> [TASK ITEM] A copy is needed of each line in the records that has the word "font".

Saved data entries
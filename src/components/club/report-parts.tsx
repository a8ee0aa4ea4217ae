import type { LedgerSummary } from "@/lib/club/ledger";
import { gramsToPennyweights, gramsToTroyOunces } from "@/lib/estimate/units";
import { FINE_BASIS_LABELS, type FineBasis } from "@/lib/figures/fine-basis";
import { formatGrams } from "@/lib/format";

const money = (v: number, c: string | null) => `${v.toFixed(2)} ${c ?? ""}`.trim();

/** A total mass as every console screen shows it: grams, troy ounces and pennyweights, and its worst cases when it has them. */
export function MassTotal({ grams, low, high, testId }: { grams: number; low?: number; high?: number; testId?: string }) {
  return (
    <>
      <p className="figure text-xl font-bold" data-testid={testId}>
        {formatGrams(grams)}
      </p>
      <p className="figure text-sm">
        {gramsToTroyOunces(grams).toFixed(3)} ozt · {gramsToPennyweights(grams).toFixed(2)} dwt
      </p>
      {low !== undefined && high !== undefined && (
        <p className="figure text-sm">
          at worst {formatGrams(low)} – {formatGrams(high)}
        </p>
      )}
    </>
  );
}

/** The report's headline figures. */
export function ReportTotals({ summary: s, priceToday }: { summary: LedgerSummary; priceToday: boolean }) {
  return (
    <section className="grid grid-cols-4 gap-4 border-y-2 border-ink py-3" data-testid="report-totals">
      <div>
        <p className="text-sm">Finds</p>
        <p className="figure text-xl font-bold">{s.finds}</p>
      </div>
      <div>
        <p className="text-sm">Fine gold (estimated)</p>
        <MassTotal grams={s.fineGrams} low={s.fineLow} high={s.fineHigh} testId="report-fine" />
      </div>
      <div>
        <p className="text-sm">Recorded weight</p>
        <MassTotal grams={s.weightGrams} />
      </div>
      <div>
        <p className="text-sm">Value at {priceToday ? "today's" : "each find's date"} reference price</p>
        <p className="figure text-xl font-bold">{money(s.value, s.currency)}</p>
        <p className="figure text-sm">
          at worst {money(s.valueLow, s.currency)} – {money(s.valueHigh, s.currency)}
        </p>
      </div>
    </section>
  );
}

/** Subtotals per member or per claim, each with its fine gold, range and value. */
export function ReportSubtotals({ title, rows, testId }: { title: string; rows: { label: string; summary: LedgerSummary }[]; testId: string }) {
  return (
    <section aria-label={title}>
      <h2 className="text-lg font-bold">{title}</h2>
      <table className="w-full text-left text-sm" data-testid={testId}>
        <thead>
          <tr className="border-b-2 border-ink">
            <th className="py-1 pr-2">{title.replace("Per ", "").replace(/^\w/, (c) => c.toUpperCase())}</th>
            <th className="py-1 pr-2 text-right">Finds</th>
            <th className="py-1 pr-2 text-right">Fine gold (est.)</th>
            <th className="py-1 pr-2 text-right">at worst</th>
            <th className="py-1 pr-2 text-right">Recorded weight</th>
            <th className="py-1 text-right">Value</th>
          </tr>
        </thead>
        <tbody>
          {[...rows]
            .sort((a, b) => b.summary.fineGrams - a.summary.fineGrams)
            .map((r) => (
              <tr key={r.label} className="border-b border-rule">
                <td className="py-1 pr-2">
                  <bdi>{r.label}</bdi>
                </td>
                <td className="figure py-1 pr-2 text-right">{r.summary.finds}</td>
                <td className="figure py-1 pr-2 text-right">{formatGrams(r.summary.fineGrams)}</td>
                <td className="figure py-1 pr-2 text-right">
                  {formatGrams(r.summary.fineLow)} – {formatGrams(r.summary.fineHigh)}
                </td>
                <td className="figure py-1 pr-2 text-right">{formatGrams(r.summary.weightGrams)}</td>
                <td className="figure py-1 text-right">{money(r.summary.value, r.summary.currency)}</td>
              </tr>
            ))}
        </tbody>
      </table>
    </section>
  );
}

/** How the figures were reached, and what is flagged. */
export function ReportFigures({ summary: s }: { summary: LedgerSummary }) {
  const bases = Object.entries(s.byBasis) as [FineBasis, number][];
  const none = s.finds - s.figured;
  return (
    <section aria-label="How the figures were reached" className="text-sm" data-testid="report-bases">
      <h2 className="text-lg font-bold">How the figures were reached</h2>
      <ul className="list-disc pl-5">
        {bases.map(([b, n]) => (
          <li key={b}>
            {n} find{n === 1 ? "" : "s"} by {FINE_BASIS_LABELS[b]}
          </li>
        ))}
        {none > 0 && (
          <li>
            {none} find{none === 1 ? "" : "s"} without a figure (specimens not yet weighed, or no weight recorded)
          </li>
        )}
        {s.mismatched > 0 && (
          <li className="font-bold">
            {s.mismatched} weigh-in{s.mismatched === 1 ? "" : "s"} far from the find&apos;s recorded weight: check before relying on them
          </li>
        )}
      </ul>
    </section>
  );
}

> [OUTPUT BELOW]
      <p className="figure text-xl font-bold" data-testid={testId}>
        <p className="figure text-xl font-bold">{s.finds}</p>
        <p className="figure text-xl font-bold">{money(s.value, s.currency)}</p>
      <h2 className="text-lg font-bold">{title}</h2>
      <h2 className="text-lg font-bold">How the figures were reached</h2>
          <li className="font-bold">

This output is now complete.